Author: Chee Young KIM ¹ ; Sang Hyuk SEO ; Min Sung AN ; Kwang Hee KIM ; Ki Beom BAE ; Jin Won HWANG ; Ji Hyun KIM ; Bo Mi KIM ; Mi Seon KANG ; Min Kyung OH ; Kwan Hee HONG
Author Information

1. Department of Surgery, Inje University Busan Paik Hospital, Inje University College of Medicine, Busan, Korea. bkbsur@yahoo.co.kr
Publication Type:Original Article
Keywords: Colon neoplasms; FOLFOX; ERCC1
MeSH: Carcinoembryonic Antigen; Chemotherapy, Adjuvant; Colon; Colonic Neoplasms; Disease-Free Survival; DNA Repair; Drug Therapy*; Female; Humans; Multivariate Analysis; Proportional Hazards Models; Prospective Studies; Retrospective Studies
From:Annals of Coloproctology 2015;31(3):92-97
CountryRepublic of Korea
Language:English
Abstract: PURPOSE: The purpose of this study was to identify the excision repair cross-complementation group 1 (ERCC1) as a predictive marker for FOLFOX adjuvant chemotherapy in stages II and III colon cancer patients. METHODS: A total of 166 high risk stages II and III colon cancer patients were retrospectively enrolled in this study, and data were collected prospectively. They underwent a curative resection followed by FOLFOX4 adjuvant chemotherapy.
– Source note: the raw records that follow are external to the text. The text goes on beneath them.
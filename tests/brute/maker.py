"""Builds one small rulebook from decisions that somebody else takes.

What is simplest is drawn as 0, first or no.
"""

from __future__ import annotations

from collections.abc import Callable, Sequence
from dataclasses import dataclass, field
from fractions import Fraction
from typing import Protocol, TypeVar

from brute.rulebooks import (
    And,
    Band,
    Body,
    Call,
    Cases,
    Chain,
    Choice,
    Compare,
    Condition,
    Constant,
    Expression,
    Fact,
    Follows,
    Formula,
    Holds,
    Index,
    Is,
    Judgement,
    Lookup,
    Neg,
    Not,
    Num,
    OneOf,
    Op,
    Option,
    Or,
    Over,
    Position,
    Quantity,
    Range,
    Ref,
    Row,
    Rulebook,
    Setting,
    Table,
    Takes,
    When,
    YesNo,
)

T = TypeVar("T")

MOST_BRANCH_POINTS = 7
OPTIONS = ("default", "plots", "model")
SWAPPED = {"<": ">=", "<=": ">", ">": "<=", ">=": "<", "=": "<>", "<>": "="}


class Chance(Protocol):
    """Where a maker gets its decisions from."""

    def between(self, low: int, high: int) -> int: ...


def whole(value: int) -> Num:
    return Num(Fraction(value))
We analyzed ERCC1 expression in the primary colon tumor by using immunohistochemical staining. The oncological outcomes included the 5-year disease-free survival (DFS) rate. The DFS was analyzed by using the Kaplan-Meier method with the log-rank test. A Cox proportional hazard model was used for the prognostic analysis. RESULTS: ERCC1-positive expression was statistically significant in the older patients (P = 0.032). In the multivariate analysis, the prognostic factors for DFS were female sex (P = 0.016), N stage (P = 0.009), and postoperative carcinoembryonic antigen level (P = 0.001), but ERCC1 expression was not a statistically significant prognostic factor for DFS in the univariate analysis (P = 0.397). The 5-year DFS rate was not significantly associated with the ERCC1 expression in all patients (P = 0.396) or with stage III disease (P = 0.582). CONCLUSION: We found that ERCC1 expression was not significantly correlated with the 5-year DFS as reflected by the oncologic outcomes in patients with high-risk stages II and III colon cancer treated with FOLFOX adjuvant chemotherapy.